» Exercise details
Only some lines are wanted. Transcribe, exactly, the lines below from the line with "(name of an" up to and including the line with "not be stored".

·····

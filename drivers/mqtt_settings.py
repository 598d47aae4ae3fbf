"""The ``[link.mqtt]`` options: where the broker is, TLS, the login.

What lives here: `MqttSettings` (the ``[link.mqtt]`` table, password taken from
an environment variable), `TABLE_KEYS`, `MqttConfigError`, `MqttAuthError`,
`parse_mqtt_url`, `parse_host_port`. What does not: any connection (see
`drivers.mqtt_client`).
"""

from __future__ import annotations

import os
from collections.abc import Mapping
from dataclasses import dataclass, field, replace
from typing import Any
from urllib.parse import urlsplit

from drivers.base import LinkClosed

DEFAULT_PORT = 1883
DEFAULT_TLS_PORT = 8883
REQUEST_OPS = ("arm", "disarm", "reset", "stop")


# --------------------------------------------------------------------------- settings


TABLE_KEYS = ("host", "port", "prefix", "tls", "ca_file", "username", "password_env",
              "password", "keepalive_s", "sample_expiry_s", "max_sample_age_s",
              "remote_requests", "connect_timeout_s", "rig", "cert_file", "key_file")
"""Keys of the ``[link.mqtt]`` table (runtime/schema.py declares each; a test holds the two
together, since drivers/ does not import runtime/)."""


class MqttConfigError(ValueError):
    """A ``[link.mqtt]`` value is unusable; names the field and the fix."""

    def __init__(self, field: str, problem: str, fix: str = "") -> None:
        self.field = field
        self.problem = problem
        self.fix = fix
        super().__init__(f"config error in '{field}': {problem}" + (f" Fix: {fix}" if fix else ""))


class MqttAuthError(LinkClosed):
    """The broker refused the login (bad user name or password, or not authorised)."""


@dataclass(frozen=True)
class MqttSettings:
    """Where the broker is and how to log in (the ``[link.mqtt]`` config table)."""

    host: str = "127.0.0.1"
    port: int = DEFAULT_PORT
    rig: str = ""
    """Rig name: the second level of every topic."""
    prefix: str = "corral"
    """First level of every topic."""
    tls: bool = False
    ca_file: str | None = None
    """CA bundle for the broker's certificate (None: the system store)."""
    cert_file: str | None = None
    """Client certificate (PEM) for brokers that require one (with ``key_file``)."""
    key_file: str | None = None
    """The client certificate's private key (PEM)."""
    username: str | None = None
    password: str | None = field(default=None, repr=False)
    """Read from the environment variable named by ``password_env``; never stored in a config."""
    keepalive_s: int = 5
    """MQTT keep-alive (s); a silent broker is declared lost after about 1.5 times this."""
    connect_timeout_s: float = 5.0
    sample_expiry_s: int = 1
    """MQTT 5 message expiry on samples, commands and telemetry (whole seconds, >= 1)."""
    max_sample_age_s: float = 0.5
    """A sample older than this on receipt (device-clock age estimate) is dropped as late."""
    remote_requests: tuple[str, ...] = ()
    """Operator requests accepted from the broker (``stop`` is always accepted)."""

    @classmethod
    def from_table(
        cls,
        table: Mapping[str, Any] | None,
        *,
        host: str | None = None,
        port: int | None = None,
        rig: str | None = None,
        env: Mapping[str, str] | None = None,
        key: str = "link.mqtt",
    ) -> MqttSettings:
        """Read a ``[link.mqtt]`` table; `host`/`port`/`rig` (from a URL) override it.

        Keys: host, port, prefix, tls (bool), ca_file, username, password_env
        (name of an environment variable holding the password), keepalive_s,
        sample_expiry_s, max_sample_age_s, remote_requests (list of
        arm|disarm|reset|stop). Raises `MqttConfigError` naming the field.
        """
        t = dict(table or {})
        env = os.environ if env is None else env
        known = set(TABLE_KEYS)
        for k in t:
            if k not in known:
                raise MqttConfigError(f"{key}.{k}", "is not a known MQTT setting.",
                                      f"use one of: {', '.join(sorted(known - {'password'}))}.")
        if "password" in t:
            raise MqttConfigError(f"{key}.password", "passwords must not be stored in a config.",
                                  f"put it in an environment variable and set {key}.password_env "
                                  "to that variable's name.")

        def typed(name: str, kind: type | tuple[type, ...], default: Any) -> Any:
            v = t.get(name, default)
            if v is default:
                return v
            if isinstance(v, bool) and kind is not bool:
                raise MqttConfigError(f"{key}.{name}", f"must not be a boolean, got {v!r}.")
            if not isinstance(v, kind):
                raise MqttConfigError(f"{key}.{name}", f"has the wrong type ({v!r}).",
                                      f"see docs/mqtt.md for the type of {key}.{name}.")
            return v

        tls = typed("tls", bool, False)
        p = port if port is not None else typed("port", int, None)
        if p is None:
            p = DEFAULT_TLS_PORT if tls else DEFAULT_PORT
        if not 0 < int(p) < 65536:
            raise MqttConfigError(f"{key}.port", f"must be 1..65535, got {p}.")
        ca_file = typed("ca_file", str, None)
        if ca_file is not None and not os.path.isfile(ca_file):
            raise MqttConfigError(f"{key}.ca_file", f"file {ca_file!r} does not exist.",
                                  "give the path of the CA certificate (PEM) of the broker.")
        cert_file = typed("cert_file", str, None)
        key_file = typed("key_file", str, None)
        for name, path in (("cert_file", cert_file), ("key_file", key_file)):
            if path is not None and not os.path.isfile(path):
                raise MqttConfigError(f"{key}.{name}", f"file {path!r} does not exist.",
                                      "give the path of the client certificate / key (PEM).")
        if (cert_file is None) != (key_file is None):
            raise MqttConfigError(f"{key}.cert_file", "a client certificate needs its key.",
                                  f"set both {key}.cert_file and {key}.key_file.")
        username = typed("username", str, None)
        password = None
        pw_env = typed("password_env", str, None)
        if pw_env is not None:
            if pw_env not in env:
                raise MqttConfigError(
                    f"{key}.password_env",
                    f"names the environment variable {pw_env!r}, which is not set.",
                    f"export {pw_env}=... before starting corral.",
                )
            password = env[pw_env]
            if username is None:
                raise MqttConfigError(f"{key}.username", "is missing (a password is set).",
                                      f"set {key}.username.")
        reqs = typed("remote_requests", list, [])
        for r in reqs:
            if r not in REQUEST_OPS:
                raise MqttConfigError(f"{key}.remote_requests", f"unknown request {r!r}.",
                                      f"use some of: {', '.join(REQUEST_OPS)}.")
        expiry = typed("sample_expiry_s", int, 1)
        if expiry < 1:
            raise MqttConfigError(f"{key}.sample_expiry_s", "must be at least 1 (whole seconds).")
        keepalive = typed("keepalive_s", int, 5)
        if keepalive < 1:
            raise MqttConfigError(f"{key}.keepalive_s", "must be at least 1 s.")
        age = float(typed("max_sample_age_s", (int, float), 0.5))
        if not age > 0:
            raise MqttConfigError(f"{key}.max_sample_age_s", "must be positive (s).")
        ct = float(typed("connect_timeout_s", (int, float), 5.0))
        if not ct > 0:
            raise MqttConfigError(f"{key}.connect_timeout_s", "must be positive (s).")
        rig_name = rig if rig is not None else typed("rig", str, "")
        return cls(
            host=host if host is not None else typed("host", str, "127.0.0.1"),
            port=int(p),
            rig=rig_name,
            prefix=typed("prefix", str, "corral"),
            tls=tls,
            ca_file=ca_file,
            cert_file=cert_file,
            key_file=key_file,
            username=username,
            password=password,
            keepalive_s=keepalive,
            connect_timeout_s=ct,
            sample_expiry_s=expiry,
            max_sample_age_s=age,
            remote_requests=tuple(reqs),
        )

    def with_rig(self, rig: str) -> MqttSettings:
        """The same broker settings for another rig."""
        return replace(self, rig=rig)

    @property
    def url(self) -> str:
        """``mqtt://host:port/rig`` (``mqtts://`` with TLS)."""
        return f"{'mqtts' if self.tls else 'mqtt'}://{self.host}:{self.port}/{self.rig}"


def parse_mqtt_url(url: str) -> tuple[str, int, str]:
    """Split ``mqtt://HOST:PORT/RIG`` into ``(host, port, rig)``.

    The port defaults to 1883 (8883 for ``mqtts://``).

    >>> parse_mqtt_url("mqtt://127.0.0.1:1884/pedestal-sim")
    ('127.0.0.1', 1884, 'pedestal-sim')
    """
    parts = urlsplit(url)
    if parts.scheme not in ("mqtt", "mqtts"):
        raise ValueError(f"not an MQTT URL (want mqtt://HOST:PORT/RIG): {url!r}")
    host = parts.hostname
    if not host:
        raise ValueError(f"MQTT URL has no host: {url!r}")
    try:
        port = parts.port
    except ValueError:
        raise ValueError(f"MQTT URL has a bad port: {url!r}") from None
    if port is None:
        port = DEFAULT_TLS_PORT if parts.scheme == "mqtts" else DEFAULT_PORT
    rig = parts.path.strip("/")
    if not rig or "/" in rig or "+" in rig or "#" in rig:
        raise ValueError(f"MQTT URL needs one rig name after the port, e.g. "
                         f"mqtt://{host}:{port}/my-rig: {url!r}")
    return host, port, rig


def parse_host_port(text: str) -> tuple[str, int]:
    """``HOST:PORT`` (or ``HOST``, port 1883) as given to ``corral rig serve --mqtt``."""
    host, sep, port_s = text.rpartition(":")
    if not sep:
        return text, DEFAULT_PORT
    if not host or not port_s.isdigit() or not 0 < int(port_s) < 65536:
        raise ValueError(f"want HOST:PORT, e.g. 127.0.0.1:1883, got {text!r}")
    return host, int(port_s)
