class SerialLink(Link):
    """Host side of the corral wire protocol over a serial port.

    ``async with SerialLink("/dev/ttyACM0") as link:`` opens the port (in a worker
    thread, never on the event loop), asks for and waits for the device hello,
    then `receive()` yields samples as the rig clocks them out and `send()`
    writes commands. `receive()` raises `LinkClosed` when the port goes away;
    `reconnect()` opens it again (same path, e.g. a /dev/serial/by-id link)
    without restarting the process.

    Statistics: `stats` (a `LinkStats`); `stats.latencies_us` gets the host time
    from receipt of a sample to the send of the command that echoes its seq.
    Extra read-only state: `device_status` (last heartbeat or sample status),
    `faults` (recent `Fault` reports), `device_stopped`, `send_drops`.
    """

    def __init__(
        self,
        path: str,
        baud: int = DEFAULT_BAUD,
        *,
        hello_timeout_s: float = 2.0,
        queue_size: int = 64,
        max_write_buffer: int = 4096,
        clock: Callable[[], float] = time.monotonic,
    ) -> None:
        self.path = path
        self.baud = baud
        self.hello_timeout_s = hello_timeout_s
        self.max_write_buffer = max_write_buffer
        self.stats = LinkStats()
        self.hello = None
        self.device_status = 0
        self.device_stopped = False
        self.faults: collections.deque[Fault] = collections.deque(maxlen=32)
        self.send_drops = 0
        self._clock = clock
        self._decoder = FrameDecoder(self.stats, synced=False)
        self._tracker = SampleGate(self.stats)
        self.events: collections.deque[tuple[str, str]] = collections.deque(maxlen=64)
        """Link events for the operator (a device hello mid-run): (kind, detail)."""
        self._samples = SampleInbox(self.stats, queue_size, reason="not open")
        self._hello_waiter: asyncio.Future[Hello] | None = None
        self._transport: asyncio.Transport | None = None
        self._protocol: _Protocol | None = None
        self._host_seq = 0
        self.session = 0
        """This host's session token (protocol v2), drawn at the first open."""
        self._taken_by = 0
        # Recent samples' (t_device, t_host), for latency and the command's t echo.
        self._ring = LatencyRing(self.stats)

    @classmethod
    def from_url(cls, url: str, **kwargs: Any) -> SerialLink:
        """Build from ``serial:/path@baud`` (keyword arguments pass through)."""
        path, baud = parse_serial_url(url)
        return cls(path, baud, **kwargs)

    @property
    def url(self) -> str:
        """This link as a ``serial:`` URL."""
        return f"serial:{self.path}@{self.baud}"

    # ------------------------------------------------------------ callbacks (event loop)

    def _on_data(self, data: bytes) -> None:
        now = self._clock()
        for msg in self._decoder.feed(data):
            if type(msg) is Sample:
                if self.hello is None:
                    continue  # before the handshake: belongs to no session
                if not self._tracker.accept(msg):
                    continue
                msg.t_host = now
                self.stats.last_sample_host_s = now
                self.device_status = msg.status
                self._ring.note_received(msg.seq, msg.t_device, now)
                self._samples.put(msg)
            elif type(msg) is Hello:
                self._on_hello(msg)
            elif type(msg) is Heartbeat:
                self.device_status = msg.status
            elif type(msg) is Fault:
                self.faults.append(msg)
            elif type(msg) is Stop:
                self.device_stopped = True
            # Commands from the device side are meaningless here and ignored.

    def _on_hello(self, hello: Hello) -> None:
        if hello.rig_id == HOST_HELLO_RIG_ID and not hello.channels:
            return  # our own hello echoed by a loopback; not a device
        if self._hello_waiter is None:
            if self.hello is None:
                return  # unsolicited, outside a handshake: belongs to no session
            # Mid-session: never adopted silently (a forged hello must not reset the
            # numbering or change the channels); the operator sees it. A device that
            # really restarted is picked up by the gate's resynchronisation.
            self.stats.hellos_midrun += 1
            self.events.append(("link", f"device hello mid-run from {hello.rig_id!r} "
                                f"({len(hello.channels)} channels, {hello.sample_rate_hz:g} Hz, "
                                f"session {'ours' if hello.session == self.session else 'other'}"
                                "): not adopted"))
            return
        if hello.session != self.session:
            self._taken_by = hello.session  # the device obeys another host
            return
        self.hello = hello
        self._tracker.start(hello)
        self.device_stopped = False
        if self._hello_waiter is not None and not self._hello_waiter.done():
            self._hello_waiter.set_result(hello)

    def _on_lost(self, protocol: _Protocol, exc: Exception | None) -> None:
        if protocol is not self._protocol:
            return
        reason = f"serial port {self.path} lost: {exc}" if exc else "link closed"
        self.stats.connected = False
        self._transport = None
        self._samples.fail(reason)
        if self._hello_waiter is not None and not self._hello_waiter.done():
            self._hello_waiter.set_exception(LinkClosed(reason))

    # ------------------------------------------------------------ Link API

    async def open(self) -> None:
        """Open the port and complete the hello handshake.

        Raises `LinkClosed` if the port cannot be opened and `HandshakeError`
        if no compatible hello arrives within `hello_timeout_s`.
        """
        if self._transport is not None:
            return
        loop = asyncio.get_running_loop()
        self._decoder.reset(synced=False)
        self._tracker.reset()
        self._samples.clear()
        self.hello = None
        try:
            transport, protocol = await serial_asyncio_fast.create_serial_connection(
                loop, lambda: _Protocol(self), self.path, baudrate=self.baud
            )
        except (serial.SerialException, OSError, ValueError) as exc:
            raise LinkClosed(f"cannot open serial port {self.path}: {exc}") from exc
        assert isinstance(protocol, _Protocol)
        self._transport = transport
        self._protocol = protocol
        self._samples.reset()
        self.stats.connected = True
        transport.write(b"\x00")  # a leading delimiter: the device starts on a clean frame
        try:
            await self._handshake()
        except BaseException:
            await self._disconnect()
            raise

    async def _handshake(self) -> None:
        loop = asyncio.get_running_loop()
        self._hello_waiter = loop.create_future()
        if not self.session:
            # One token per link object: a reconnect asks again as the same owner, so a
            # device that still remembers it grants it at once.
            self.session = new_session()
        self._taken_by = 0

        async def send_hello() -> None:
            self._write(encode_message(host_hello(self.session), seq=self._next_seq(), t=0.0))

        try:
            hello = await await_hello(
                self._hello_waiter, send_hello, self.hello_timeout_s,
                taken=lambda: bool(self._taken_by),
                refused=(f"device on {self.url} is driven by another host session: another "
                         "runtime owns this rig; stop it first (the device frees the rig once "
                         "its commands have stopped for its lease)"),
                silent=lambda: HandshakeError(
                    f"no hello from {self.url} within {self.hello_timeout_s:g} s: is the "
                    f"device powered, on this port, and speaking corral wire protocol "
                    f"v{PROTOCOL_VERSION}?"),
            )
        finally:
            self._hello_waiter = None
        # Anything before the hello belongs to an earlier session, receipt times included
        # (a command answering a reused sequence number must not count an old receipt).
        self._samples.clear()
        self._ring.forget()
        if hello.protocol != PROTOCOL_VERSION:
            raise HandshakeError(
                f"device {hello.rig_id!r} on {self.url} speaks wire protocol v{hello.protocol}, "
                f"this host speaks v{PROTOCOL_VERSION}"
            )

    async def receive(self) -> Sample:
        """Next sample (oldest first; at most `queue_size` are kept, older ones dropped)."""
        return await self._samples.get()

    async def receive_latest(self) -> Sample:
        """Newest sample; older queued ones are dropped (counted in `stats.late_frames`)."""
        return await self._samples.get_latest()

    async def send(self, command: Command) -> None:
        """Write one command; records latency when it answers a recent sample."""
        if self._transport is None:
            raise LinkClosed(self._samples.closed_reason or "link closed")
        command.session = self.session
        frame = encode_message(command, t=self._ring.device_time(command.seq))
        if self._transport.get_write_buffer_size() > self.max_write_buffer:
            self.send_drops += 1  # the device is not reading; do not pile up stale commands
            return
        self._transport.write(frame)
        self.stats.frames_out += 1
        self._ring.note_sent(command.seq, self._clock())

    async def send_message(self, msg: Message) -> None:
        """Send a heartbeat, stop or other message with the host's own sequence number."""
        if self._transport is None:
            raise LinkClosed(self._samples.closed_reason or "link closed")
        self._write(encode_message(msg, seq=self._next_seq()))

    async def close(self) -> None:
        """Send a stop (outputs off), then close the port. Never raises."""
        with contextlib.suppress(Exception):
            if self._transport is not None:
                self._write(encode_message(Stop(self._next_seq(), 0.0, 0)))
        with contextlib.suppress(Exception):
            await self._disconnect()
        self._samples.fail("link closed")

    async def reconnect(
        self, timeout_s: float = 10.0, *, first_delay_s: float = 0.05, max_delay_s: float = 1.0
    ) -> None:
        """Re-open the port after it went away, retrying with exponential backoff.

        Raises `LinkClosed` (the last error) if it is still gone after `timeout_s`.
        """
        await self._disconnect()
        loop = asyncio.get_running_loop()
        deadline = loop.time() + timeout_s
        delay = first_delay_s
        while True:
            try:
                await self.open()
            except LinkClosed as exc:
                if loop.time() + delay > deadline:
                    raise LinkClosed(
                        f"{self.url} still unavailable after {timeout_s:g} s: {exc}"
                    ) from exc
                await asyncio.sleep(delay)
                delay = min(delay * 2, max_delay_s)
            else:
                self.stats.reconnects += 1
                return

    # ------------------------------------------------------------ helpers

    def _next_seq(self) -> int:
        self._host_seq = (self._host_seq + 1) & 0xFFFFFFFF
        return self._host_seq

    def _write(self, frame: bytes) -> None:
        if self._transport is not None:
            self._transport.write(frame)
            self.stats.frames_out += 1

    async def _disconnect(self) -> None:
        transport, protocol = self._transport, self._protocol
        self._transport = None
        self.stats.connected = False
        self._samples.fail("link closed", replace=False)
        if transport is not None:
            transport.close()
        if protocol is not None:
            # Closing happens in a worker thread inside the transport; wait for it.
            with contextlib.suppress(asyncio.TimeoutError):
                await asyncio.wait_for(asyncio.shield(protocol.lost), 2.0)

·····

» Output
        (name of an environment variable holding the password), keepalive_s,
        sample_expiry_s, max_sample_age_s, remote_requests (list of
        arm|disarm|reset|stop). Raises `MqttConfigError` naming the field.
        """
        t = dict(table or {})
        env = os.environ if env is None else env
        known = set(TABLE_KEYS)
        for k in t:
            if k not in known:
                raise MqttConfigError(f"{key}.{k}", "is not a known MQTT setting.",
                                      f"use one of: {', '.join(sorted(known - {'password'}))}.")
        if "password" in t:
            raise MqttConfigError(f"{key}.password", "passwords must not be stored in a config.",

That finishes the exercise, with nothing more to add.